Python: iteration speed test between list, tuple and set

Let’s start with a practical example:

We have a list of IDs that need to be processed. This list can hold from just a dozen of IDs to up to a few 100,000 IDs. Each ID is processed only once in each iteration and the order of IDs is not important.

This whole thing is presenting a bottleneck in our application, so we decided to take a look at other iterable data structures that Python offers.

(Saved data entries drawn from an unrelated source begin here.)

import fs from "node:fs";
import os from "node:os";
import path from "node:path";
import { afterEach, beforeEach, describe, expect, it } from "vitest";
import type { TestRecord } from "../../lib/analysis";
import { importBreathFile, type ColumnMapping } from "../../lib/breath";
import { closeDb, getDb } from "../../lib/store/db";
import { deleteProfile, getProfile, listProfiles, saveProfile } from "../../lib/store/profiles";
import { getImportChoices, recordImportChoices, replaceImport } from "../../lib/store/reimport";
import { getTest, listAudit, saveTest } from "../../lib/store/tests";

let dir = "";

beforeEach(() => {
  closeDb();
  dir = fs.mkdtempSync(path.join(os.tmpdir(), "cpet-profiles-"));
  process.env.CPET_DB = path.join(dir, "test.sqlite");
});
afterEach(() => {
  closeDb();
  fs.rmSync(dir, { recursive: true, force: true });
});

const mapping: ColumnMapping = Object.freeze({
  "Zeitpunkt (s)": Object.freeze({ field: "timeS" as const, unit: "s" }),
  Sauerstoff: Object.freeze({ field: "vo2MlMin" as const, unit: "L/min" }),
  Kommentar: Object.freeze({ field: null }),
}) as ColumnMapping;

describe("mapping profiles in the store (SQLite file)", () => {
  it("saves, lists, reads back and deletes a profile without changing the mapping", () => {
    const saved = saveProfile({ name: "  Lab cart, ramp layout ", mapping });
    expect(saved.ok).toBe(true);
    if (!saved.ok) return;
    // The name is stored trimmed; the mapping round-trips unchanged (deep equality with the frozen input).
    expect(saved.profile.name).toBe("Lab cart, ramp layout");
    expect(getProfile("Lab cart, ramp layout")?.mapping).toEqual(mapping);
    expect(listProfiles().map((p) => p.name)).toEqual(["Lab cart, ramp layout"]);
    expect(Number.isNaN(Date.parse(listProfiles()[0].createdAt))).toBe(false);
    expect(deleteProfile("Lab cart, ramp layout")).toBe(true);
    expect(getProfile("Lab cart, ramp layout")).toBeNull();
    expect(deleteProfile("Lab cart, ramp layout")).toBe(false);
    expect(listProfiles()).toEqual([]);
  });

  it("survives closing and reopening the database file", () => {
    saveProfile({ name: "kept", mapping });
    closeDb();
    expect(getProfile("kept")?.mapping).toEqual(mapping);
  });

  it("refuses a taken name (any letter case) with a clear message and keeps the first profile", () => {
    expect(saveProfile({ name: "Ramp", mapping }).ok).toBe(true);
    const again = saveProfile({ name: "ramp", mapping: { Other: { field: "hrBpm" } } });
    expect(again).toMatchObject({ ok: false, reason: "name-taken" });
    if (!again.ok) expect(again.message).toMatch(/already exists/);
    expect(listProfiles()).toHaveLength(1);
    expect(getProfile("Ramp")?.mapping).toEqual(mapping);
  });

  it("refuses invalid profiles (empty name, unknown field, empty mapping) without throwing", () => {
    expect(saveProfile({ name: "   ", mapping })).toMatchObject({ ok: false, reason: "invalid" });
    const badField = { name: "x", mapping: { A: { field: "heartbeat" } } } as unknown as Parameters<typeof saveProfile>[0];
    expect(saveProfile(badField)).toMatchObject({ ok: false, reason: "invalid" });
    expect(saveProfile({ name: "nothing", mapping: {} })).toMatchObject({ ok: false, reason: "empty" });
    expect(listProfiles()).toEqual([]);
  });

  it("skips a stored row whose mapping is no longer valid instead of failing the list", () => {
    saveProfile({ name: "good", mapping });
    getDb()
      .prepare("insert into mapping_profiles (name, mapping_json, created_at) values (?, ?, ?)")
      .run("broken", '{"A":{"field":"nonsense"}}', new Date().toISOString());
    expect(listProfiles().map((p) => p.name)).toEqual(["good"]);
    expect(getProfile("broken")).toBeNull();
  });

  it("a saved profile applied to the next file of the same layout marks its columns as set by the user", async () => {
    // INVENTED synthetic file: three columns whose names the importer does not know; VO2 0.50 → 0.89 L/min.
    const lines = ["Zeitpunkt (s),Sauerstoff,Kommentar"];
    for (let i = 0; i < 40; i++) lines.push(`${i * 5},${(0.5 + i * 0.01).toFixed(2)},note`);
    const text = lines.join("\n");
    saveProfile({ name: "layout", mapping });
    const result = await importBreathFile(new TextEncoder().encode(text), { mapping: getProfile("layout")!.mapping });
    const vo2 = result.columns.find((c) => c.header === "Sauerstoff")!;
    expect(vo2).toMatchObject({ field: "vo2MlMin", decidedBy: "user" });
    // Last row: 0.5 + 39 × 0.01 = 0.89 L/min × 1000 = 890 mL/min (unit set by the profile).
    expect(result.table?.rows.at(-1)?.vo2MlMin).toBeCloseTo(890, 9);
    expect(result.columns.find((c) => c.header === "Kommentar")).toMatchObject({ field: null, decidedBy: "user" });
  });
});

describe("re-reading a kept file with new choices", () => {
  const record = (rows: number): TestRecord =>
    ({
      patient: { weightKg: 70 },
      ergometer: "cycle",
      referral: "general",
      table: { shape: "breath", rows: Array.from({ length: rows }, (_, i) => ({ timeS: i * 5, vo2MlMin: 1000 })) },
      columns: [],
      importIssues: [],
    }) as unknown as TestRecord;

  it("turns a refused test into an imported one and keeps the choices and the audit trail", () => {
    const id = saveTest({ uploadId: null, label: "Refused (invented)", record: null, columns: [], issues: [] });
    expect(getTest(id)?.status).toBe("refused");
    const choices = { mapping, select: { ID: "2" }, weightKg: 70 };
    expect(replaceImport(id, { record: record(12), columns: [], issues: [], choices, actor: "tester" })).toBe(true);
    const t = getTest(id)!;
    expect(t.status).toBe("imported");
    expect(t.record?.table.rows).toHaveLength(12);
    expect(getImportChoices(id)).toEqual(choices);
    const actions = listAudit(id).map((a) => a.action);
    expect(actions).toEqual(["import-re-read", "test-refused"]);
    expect(listAudit(id)[0].detail).toContain("3 column(s) set by user");
    expect(listAudit(id)[0].detail).toContain("12 rows read");
  });

  it("records the profile an upload was read with, and reports an unknown test", () => {
    const id = saveTest({ uploadId: null, label: "Uploaded (invented)", record: record(3), columns: [], issues: [] });
    expect(getImportChoices(id)).toBeNull();
    recordImportChoices(id, { mapping, profileName: "layout" });
    expect(getImportChoices(id)).toMatchObject({ mapping, profileName: "layout" });
    // The column decisions saved with the test are untouched by recording the choices.
    expect(getTest(id)?.importColumns).toEqual([]);
    expect(listAudit(id).map((a) => a.action)).toContain("mapping-profile-applied");
    expect(replaceImport(99999, { record: null, columns: [], issues: [], choices: { mapping: {} }, actor: "x" })).toBe(false);
  });
});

To demonstrate this, we will create a simple example:

Function that generates a shuffled list of positive and negative numbers:

 1
 2
 3
 4
 5
 6
 7
 8
 9
10
11
12
13
from random import shuffle

def get_numbers(power=2):
    low_end = -10 ** power
    high_end = 10 ** power
    # generate list
    arr = [i for i in range(low_end, high_end)]
    # shuffle list
    shuffle(arr)
    # remove 25% of numbers, less numbers will have it's pair
    remove_n_elements = int(len(arr) * .25)
    arr = arr[remove_n_elements:]
    return arr

This will return:

1
2
get_numbers(2)  # list of 150 unique numbers, between -100 and 100
get_numbers(3)  # list of 1500 unique numbers, between -1000 and 1000

Then we will define a simple function that will iterate through list, tuple or set and find pairs, where the sum of both numbers equals sum:

1
2
3
4
5
6
def find_pairs(arr, sum):
    pairs = {} 
    for i in arr:
        if (sum - i) in arr:
            pairs.add((i, sum - i))
    return pairs

And let’s also create a function that will measure the execution time of find_pairs() function:

1
2
3
4
5
6
7
from time import time

def measure_time(nums, sum):
    start = time()
    pairs = find_pairs(nums, sum)
    end = time()
    return end - start  # seconds

Okay, now we can measure time, based on number of elements.

150 numbers:

1
2
3
4
numbers = get_numbers(2)         # list of 150 numbers
measure_time(numbers, 17)        # ~ 0.000271 seconds
measure_time(tuple(numbers), 17) # ~ 0.000224 seconds
measure_time(set(numbers), 17)   # ~ 0.000046 seconds

With 150 numbers, using set is ~5.89 times faster than using list.

1,500 numbers:

1
2
3
4
numbers = get_numbers(3)         # list of 1,500 numbers
measure_time(numbers, 17)        # ~ 0.025494 seconds
measure_time(tuple(numbers), 17) # ~ 0.026308 seconds
measure_time(set(numbers), 17)   # ~ 0.000418 seconds

With 1,500 numbers, using set is ~60.99 times faster than using list.

15,000 numbers:

1
2
3
4
numbers = get_numbers(4)         # list of 15,000 numbers
measure_time(numbers, 17)        # ~ 3.825252 seconds
measure_time(tuple(numbers), 17) # ~ 3.786150 seconds
measure_time(set(numbers), 17)   # ~ 0.006523 seconds

With 15,000 numbers, using set is ~586.42 times faster than using list.

150,000 numbers:

1
2
3
4
numbers = get_numbers(5)         # list of 150,000 numbers
measure_time(numbers, 17)        # ~ 834.580523 s = 13 min 54.58 sec
measure_time(tuple(numbers), 17) # ~ 854.708630 s = 14 min 14.70 sec
measure_time(set(numbers), 17)   # ~ 0.07081294 seconds

With 150,000 numbers, using set is ~11,785.70 times faster than using list.

Conclusion:

list and tuple work pretty much with same speed, but set made a big difference, here.

By using the set instead of list we significantly sped up the code.